A report released on Tuesday by The Intercept asserted that researchers within the Central Intelligence Agency (CIA) have been engaged in a “multi-year, sustained effort” to sabotage the security of Apple’s iPhones and iPads, using a variety of methods including creating dummy software targeted towards developers and attempting to crack Apple’s encryption keys. The Intercept based its report on documents provided by NSA whistleblower Edward Snowden.
According to The Intercept, the researchers discussed ways to exploit security flaws of the devices at a secret annual meeting called the Trusted Computing Base Jamboree. It is claimed that the researchers created a modified version of Xcode, Apple’s development software that is used to create apps. The modified version of Xcode would let the CIA, NSA and other agencies to access apps created by developers using the modified software:
“The researchers boasted that they had discovered a way to manipulate Xcode so that it could serve as a conduit for infecting and extracting private data from devices on which users had installed apps that were built with the poisoned Xcode. In other words, by manipulating Xcode, the spies could compromise the devices and private data of anyone with apps made by a poisoned developer — potentially millions of people.”

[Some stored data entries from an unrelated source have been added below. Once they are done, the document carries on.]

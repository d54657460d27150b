/** Recipes and sources for tests of the plan: a record is stated by its stamps and values, a recipe by what it changes. */
import type { Recipe, RecipeStep, StepName } from '#contract/recipe.ts';
import { readRecipe } from '../../../../server/engine/recipe/plan.ts';
import type { RecipeSource } from '../../../../server/engine/recipe/record-state.ts';
import { makeSurvey, movingValues, type RecordPlan } from '../checks/survey-factory.ts';

/** A UUID that ends in `n`. */
export const archiveId = (n: number) => `00000000-0000-4000-8000-${String(n).padStart(12, '0')}`;

/** One moving field u of 4 nodes, unless told otherwise. */
export function source(n: number, stamps: ArrayLike<number> | null, more: RecordPlan = {}): RecipeSource {
  const fields = more.fields ?? [{ values: movingValues(stamps?.length ?? 6) }];
  return { archive: archiveId(n), run: `run ${n}`, parameters: { re: 100 * n }, survey: makeSurvey({ stamps, ...more, fields }) };
}

export type Loose = { step: StepName } & Record<string, unknown>;

/** select of the first `runs` sources and field u, then the steps; what they leave out is the contract's default. */
export function recipeOf(steps: Loose[], runs = 1, fields = ['u']): Recipe {
  const select: Loose = { step: 'select', archives: Array.from({ length: runs }, (_, i) => archiveId(i + 1)), fields };
  return readRecipe({ pennyweight: 1, steps: [select, ...steps] as unknown as RecipeStep[] });
}
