import { describe, expect, it } from 'vitest';
import type { Finding } from '#contract/finding.ts';
import { judgeAll } from '../../../../server/engine/checks/index.ts';
import { judgePlan } from '../../../../server/engine/recipe/judge-plan.ts';
import { mustPlan } from '../../../../server/engine/recipe/plan.ts';
import { settledBy } from '../../../../server/engine/recipe/settle.ts';
import { makeSubject, movingValues, uniform, type RecordPlan } from '../checks/survey-factory.ts';
import { archiveId, recipeOf, source, type Loose } from './recipe-factory.ts';

/** What the checks find in a record, and which of it the recipe settles. */
function findings(stamps: number[], steps: Loose[], more: RecordPlan = {}, fields = ['u']): Record<string, string | null> {
  const one = source(1, stamps, more), plan = mustPlan(recipeOf(steps, 1, fields), [one]);
  const found: Finding[] = judgeAll({ ...makeSubject(null), survey: one.survey, archive: archiveId(1) }, { thresholds: {} });
  return Object.fromEntries(found.map((finding) => [finding.path?.startsWith('/') && finding.id.startsWith('value/') ? `${finding.id} ${finding.path}` : finding.id, settledBy(finding, archiveId(1), plan)]));
}

const restarted = [...uniform(10, 1), ...uniform(10, 1, 5.5)];

describe('a finding is settled by the recipe', () => {
  it('when order mends the restart', () => {
    expect(findings(restarted, [{ step: 'order' }])['time/restart-overlap']).toMatch(/^order/);
  });

  it('when order drops what is repeated', () => {
    expect(findings([0, 1, 1, 2, 3, 4], [{ step: 'order' }])['time/duplicate']).toMatch(/^order/);
  });

  it('when the window ends before the gap, and not when it only moves', () => {
    const stamps = [...uniform(10, 1), ...uniform(10, 1, 40)];
    expect(findings(stamps, [{ step: 'window', to: 9 }])['time/gap']).toMatch(/^window/);
    expect(findings(stamps, [{ step: 'window', from: 3 }])['time/gap']).toBeNull();
  });

  it('when weigh uses a rule for uneven stamps, and not with equal weights', () => {
    const stamps = [0, 1, 2.5, 3.2, 4.9, 5.4, 7];
    expect(findings(stamps, [{ step: 'weigh' }])['time/uneven-spacing']).toMatch(/trapezoid/);
    expect(findings(stamps, [{ step: 'weigh', time: 'equal' }])['time/uneven-spacing']).toBeNull();
    expect(findings(stamps, [])['time/uneven-spacing']).toBeNull();
  });

  it('when frozen copies are dropped, and not when one of them stays', () => {
    const values = movingValues(8);
    values[4] = values[3];
    const fields = [{ values }];
    expect(findings(uniform(8), [{ step: 'order', dropFrozen: true }], { fields })['value/frozen /u']).toMatch(/^order/);
    expect(findings(uniform(8), [{ step: 'order', drop: [{ archive: archiveId(1), indices: [3] }] }], { fields })['value/frozen /u']).toMatch(/^order/);
    expect(findings(uniform(8), [{ step: 'order' }], { fields })['value/frozen /u']).toBeNull();
  });

  it('when every snapshot with a NaN is dropped, and not when one is left', () => {
    const values = movingValues(8);
    values[2] = values[2].map(() => NaN);
    values[5] = [...values[5].slice(1), NaN];
    const drop = (...indices: number[]) => findings(uniform(8), [{ step: 'order', drop: [{ archive: archiveId(1), indices }] }], { fields: [{ values }] })['value/non-finite /u'];
    expect(drop(2, 5)).toMatch(/dropped/);
    expect(drop(2)).toBeNull();
  });

  it('when it leaves the field or the archive out', () => {
    const fields = [{ name: 'u', values: movingValues(6) }, { name: 'p', values: movingValues(6).map(() => [1, 1, 1, 1]) }];
    expect(findings(uniform(6), [], { fields })['value/constant-field /p']).toBe('select leaves p out');
    expect(findings(uniform(6), [], { fields }, ['u', 'p'])['value/constant-field /p']).toBeNull();
    const plan = mustPlan(recipeOf([]), [source(1, uniform(6))]);
    expect(settledBy({ id: 'value/non-finite', path: '/u', evidence: {} }, archiveId(9), plan)).toMatch(/leaves this archive out/);
  });

  it('when its grid differs from archives that the recipe does not take', () => {
    const plan = mustPlan(recipeOf([]), [source(1, uniform(6))]);
    expect(settledBy({ id: 'grid/differs', path: null, evidence: {} }, archiveId(1), plan)).toMatch(/one grid only/);
  });

  it.each(['param/missing', 'value/unit-missing', 'file/outside-link', 'reading/incomplete', 'time/missing'] as const)('never for %s', (id) => {
    const plan = mustPlan(recipeOf([{ step: 'order' }, { step: 'weigh' }]), [source(1, uniform(6))]);
    expect(settledBy({ id, path: null, evidence: {} }, archiveId(1), plan)).toBeNull();
  });
});

describe('findings of a draft itself', () => {
  const own = (stamps: number[], steps: Loose[], more: RecordPlan = {}) => judgePlan(mustPlan(recipeOf(steps), [source(1, stamps, more)])).map(({ id, severity }) => `${id} ${severity}`);

  it('name a gap that the recipe itself tore open', () => {
    const drop = { step: 'order', drop: [{ archive: archiveId(1), indices: [8, 9, 10, 11, 12] }] } as Loose;
    expect(own(uniform(20, 1), [drop, { step: 'weigh' }])).toEqual(['time/gap caution']);
    expect(own(uniform(20, 1), [{ step: 'weigh' }])).toEqual([]);
  });

  it('do not repeat a gap of the archive', () => {
    expect(own([...uniform(10, 1), ...uniform(10, 1, 40)], [{ step: 'weigh' }])).toEqual([]);
  });

  it('name spacing that the recipe made uneven while it weighs equally', () => {
    const drop = { step: 'order', drop: [{ archive: archiveId(1), indices: [3, 9, 13] }] } as Loose;
    expect(own(uniform(20, 1), [drop, { step: 'weigh', time: 'equal' }])).toEqual(['time/uneven-spacing caution']);
    expect(own(uniform(20, 1), [drop, { step: 'weigh' }])).toEqual([]);
  });

  it('caution against equal node weights on an uneven grid', () => {
    const axes = [{ name: 'x' as const, nodes: [0, 1, 3, 7] }];
    expect(own(uniform(10, 1), [{ step: 'weigh', space: 'none' }], { axes })).toEqual(['grid/uneven caution']);
    expect(own(uniform(10, 1), [{ step: 'weigh' }], { axes })).toEqual([]);
    expect(own(uniform(10, 1), [{ step: 'weigh', space: 'none' }])).toEqual([]);
  });
});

The Intercept reported that the researchers had also made efforts to utilize keylogging software, which would record every stroke typed by a user affected by the software.
The documents provided by Snowden do not specify that the CIA’s efforts to break into Apple devices have been successful. The CIA and NSA have not yet responded to The Intercept’s report.
“Spies gonna spy,” Steven Bellovin, a former U.S. Federal Trade Commission chief technologist who is now a professor at Columbia University, told The Intercept. “I’m never surprised by what intelligence agencies do to get information. They’re going to go where the info is, and as it moves, they’ll adjust their tactics. Their attitude is basically amoral: whatever works is OK.”
According to The Intercept, government agencies have desired the continuous ability to “bypass security tools built into wireless devices.” Apple’s CEO, Tim Cook, made a pledge last year to protect the privacy of Apple users, especially from all government agencies. On Apple’s website, Cook wrote that “I want to be absolutely clear that we have never worked with any government agency from any country to create a backdoor in any of our products or services. We have also never allowed access to our servers. And we never will.”
Apple declined to respond to the report from The Intercept, and instead referred the publication to the company’s previous privacy statements.